Crowdsourcing for answers is not new. Other community-based question-and-answer services, such as Yahoo Answers,, and Quora, have been around for years. However, these question-and-answering services have not always been viewed as a reputable information source. Several evaluators have reported questionable answers from Alexa Answers; the problematic answers identified range from inaccurate to asinine. Some testers also found answers containing advertising, sponsorship, or spam.36 The Alexa Answers program faces several closely related challenges of its business model, including the following:

  • Quality control: How reliable is its semiautomated filtering mechanism to ensure the authenticity, quality, and reliability of the contributed facts?
  • Abuse: How effectively can Amazon detect fake information and prevent malicious attempts to game this system?
  • Data voids: Not everything has an answer. There are many questions with limited available or nonexistent data.37
  • Original sources: When an answer is from Alexa Answers, it is identified as “according to an Amazon customer” in Alexa’s response. However, it is unclear if the contributed answer is copied from another source.
  • One-shot answers: In web-based question-and-answering services, users can see a list of contributed answers and their ratings by the user community. They can judge which one is more trustworthy and have the option to choose the one they want to use. With virtual assistant, users will get one and only one answer. They do not have the option to scan and get a broad perspective of all possible answers. In this sense, virtual assistants assume a much more powerful and intermediary role than web-based services in deciding what answer customers receive in the search process.

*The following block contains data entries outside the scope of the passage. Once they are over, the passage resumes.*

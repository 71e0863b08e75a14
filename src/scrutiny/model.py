"""The records every pipeline stage shares.

Data flows one way: ingest makes a `Document`, extract finds `Claim`s in it, recompute turns a
Claim into a `Recomputed`, the checks turn both into `Flag`s, and the results are gathered in a
`ClaimResult` per Claim and a `DocumentResult` per input. All records are frozen: a stage never
changes what an earlier stage produced.
"""

from __future__ import annotations

import enum
from bisect import bisect_right
from dataclasses import dataclass, field
from typing import Mapping, Protocol


class Severity(enum.IntEnum):
    """Levels of the SARIF standard; a larger value is more serious."""

    NOTE = 1
    WARNING = 2
    ERROR = 3

    @property
    def label(self) -> str:
        return self.name.lower()

    @classmethod
    def from_label(cls, label: str) -> "Severity":
        try:
            return cls[label.strip().upper()]
        except KeyError:
            choices = ", ".join(s.label for s in cls)
            raise ValueError(f"unknown severity {label!r} (choose from {choices})") from None


class Status(str, enum.Enum):
    """Verdict on one Claim."""

    CONSISTENT = "consistent"
    INCONSISTENT = "inconsistent"
    UNCHECKED = "unchecked"


#: Test families the extractor knows; the keys are the JSON contract's `test` values.
TEST_FAMILIES = ("t", "F", "chi2", "r", "z")
#: Other kinds of claim: descriptive statistics and estimates.
OTHER_KINDS = ("mean", "percent", "estimate")


@dataclass(frozen=True, slots=True)
class Box:
    """A rectangle on a PDF page, in PDF points from the page's top-left corner."""

    page: int
    x0: float
    top: float
    x1: float
    bottom: float


@dataclass(frozen=True, slots=True)
class Location:
    """Where a Claim is printed.

    `start`/`end` are character offsets into the Document's `text` (the text as decoded from
    the file, or as a reader extracted it from a PDF, Word, LaTeX or markup file, before any
    normalisation); `line` is 1-based: per page for PDFs, per source file for text, LaTeX,
    HTML and JATS, within the paragraph or table cell for Word; `page` is 1-based or None for
    formats without pages. The other fields say more where the format has it: the LaTeX `file` (after
    `\\input`), the `section` title (LaTeX, Word, HTML, JATS), the `paragraph` number (Word, HTML, JATS), the
    table `cell` ("table 2, row 3, column 1") and the `boxes` the claim covers on a PDF page.
    """

    start: int
    end: int
    line: int
    page: int | None = None
    file: str | None = None
    section: str | None = None
    paragraph: int | None = None
    cell: str | None = None
    boxes: tuple[Box, ...] = ()


@dataclass(frozen=True, slots=True)
class Segment:
    """A stretch of a Document's text that comes from one place in the source.

    A reader cuts its text into segments at every change of page, file, section, paragraph
    or table cell; `start` is the segment's first offset in the Document's `text` and `line`
    the source line number of its first line (1 for a new page, a new file or a paragraph).
    """

    start: int
    line: int = 1
    page: int | None = None
    file: str | None = None
    section: str | None = None
    paragraph: int | None = None
    cell: str | None = None


class Geometry(Protocol):
    """Where the characters of a PDF's text sit on their pages (a PDF reader provides one).

    Implementations may keep the PDF open and look characters up only when asked, since only
    the spans of claims ever need boxes.
    """

    def boxes(self, start: int, end: int) -> tuple[Box, ...]:
        """One box per printed line that the span [start, end) of the Document's text covers."""
        ...


@dataclass(frozen=True, slots=True)
class Document:
    """One input after ingest.

    `text` is the text as decoded from the file (or extracted from it); `normalised` is the same
    text after the normalisation that extraction relies on (Unicode NFKC, dashes to "-", ...).
    `offset_map` maps an offset in `normalised` back to an offset in `text` and knows where in
    the source each offset of `text` comes from.
    """

    path: str
    format: str
    text: str
    normalised: str
    offset_map: "OffsetMap"
    encoding: str | None = None
    pages: int | None = None
    #: what the reader noticed and repaired or could not ("running heads removed", ...)
    notes: tuple[str, ...] = ()

    def original_offset(self, normalised_offset: int) -> int:
        return self.offset_map.to_original(normalised_offset)

    def normalised_offset(self, original_offset: int) -> int:
        return self.offset_map.to_normalised(original_offset)

    def location(self, start: int, end: int) -> Location:
        """Location of the original span [start, end)."""
        return self.offset_map.location(start, end)


class OffsetMap:
    """Maps offsets in a normalised text back to the decoded text and gives locations.

    Normalisation mostly replaces one character by one character, so the map is stored as a
    short list of breakpoints `(normalised_offset, original_offset)` where the two texts shift
    against each other; between breakpoints the offsets move together. `segments` (sorted by
    start) say where in the source each stretch of the text comes from; `geometry`, for PDFs,
    where each character sits on its page.
    """

    __slots__ = ("_norm_points", "_orig_points", "_line_starts", "_segments", "_segment_starts",
                 "_geometry")

    def __init__(
        self,
        breakpoints: list[tuple[int, int]],
        line_starts: list[int],
        segments: tuple[Segment, ...] = (),
        geometry: Geometry | None = None,
    ) -> None:
        if not breakpoints or breakpoints[0] != (0, 0):
            breakpoints = [(0, 0), *breakpoints]
        self._norm_points = [b[0] for b in breakpoints]
        self._orig_points = [b[1] for b in breakpoints]
        self._line_starts = line_starts
        self._segments = segments or (Segment(0),)
        self._segment_starts = [segment.start for segment in self._segments]
        self._geometry = geometry

    @property
    def segments(self) -> tuple[Segment, ...]:
        """Where each stretch of the text comes from, in order of their starts."""
        return self._segments

    def to_original(self, normalised_offset: int) -> int:
        if len(self._norm_points) == 1:  # normalisation changed no lengths: offsets agree
            return normalised_offset
        i = bisect_right(self._norm_points, normalised_offset) - 1
        return self._orig_points[i] + (normalised_offset - self._norm_points[i])

    def to_normalised(self, original_offset: int) -> int:
        """The normalised offset of an original offset (the first one that maps to it)."""
        if len(self._norm_points) == 1:
            return original_offset
        i = bisect_right(self._orig_points, original_offset) - 1
        return self._norm_points[i] + (original_offset - self._orig_points[i])

    def location(self, start: int, end: int) -> Location:
        segment = self._segments[bisect_right(self._segment_starts, start) - 1]
        lines_before = (bisect_right(self._line_starts, start)
                        - bisect_right(self._line_starts, segment.start))
        return Location(
            start=start, end=end, line=segment.line + lines_before, page=segment.page,
            file=segment.file, section=segment.section, paragraph=segment.paragraph,
            cell=segment.cell,
            boxes=self._geometry.boxes(start, end) if self._geometry is not None else (),
        )


@dataclass(frozen=True, slots=True)
class PValue:
    """A p-value as printed.

    `comparator` is one of "=", "<", ">", "<=", ">=" or "ns" (printed as "ns"/"n.s.", meaning
    not significant at the paper's alpha). `reported` is the number exactly as printed (empty
    for "ns"). `adjusted` names the printed label of a multiplicity adjustment ("adj",
    "Bonferroni", ...) when the p-value carries one.
    """

    comparator: str
    reported: str
    adjusted: str | None = None


@dataclass(frozen=True, slots=True)
class PrintedEffect:
    """An effect size printed with a result ("d = 0.93"), exactly as printed.

    `measure` is what it is: "d", "g", "eta2", "eta2_partial", "r", "R2", "phi" or "V";
    `label` the symbol as printed ("Cohen's d", "ηp²") and `value` the number as printed.
    """

    measure: str
    value: str
    label: str


@dataclass(frozen=True, slots=True)
class Descriptive:
    """A mean printed with its SD and group size ("M = 3.48, SD = 1.21, n = 49"), as printed.

    `integer_cue` holds the words that say the measure is integer-valued ("7-point scale",
    "number of errors"), `items` the number of items of a scale when printed; both decide
    whether the granularity tests (GRIM, GRIMMER) apply. `sum_score` is true when the mean
    of a several-item scale lies above the top of one item: a mean of sum scores, whose
    granularity is 1/n rather than 1/(n x items).
    """

    mean: str
    sd: str | None = None
    n: str | None = None
    items: str | None = None
    integer_cue: str | None = None
    sum_score: bool = False


@dataclass(frozen=True, slots=True)
class Proportion:
    """A percentage printed with its count and base ("45.3% (38/84)"), as printed."""

    percent: str
    count: str
    base: str
    weighted: bool = False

Alexa Answers operates on the assumption of faith in its user community. There are risks as well as benefits to leveraging human intelligence and people’s willingness to help. Amazon needs to make the vetting process transparent and the screening mechanism effective to ensure trustworthiness of the information offered. This is especially critical in the evolving voice assistant ecosystem as more and more users, especially children, now view voice assistants as a reliable source of knowledge and information.

How Voice Assistant Technology Works

Being able to converse and interact with machines has been a long-standing goal of scientists. For years, researchers from computer science, linguistics, cognitive science, and information engineering have worked tirelessly to program computers to process and analyze natural speech data. However, it was not until the advent of artificial intelligence and machine learning that voice technology began to progress by leaps and bounds in the last few years. Now machines can not only transcribe human speech into text but also understand a request and respond with accurate actions.

For each voice inquiry-answer interaction, the process, called natural language processing, mimics human reasoning and communication and typically involves several specific technologies. First, automatic speech recognition converts the sound of a human request into text. Then, natural language understanding technology analyzes the text to make sense of the request. The appropriate response or semantic intents are then converted into readable text through natural language generation. Finally, speech synthesis transforms text responses into audio signals that we can understand.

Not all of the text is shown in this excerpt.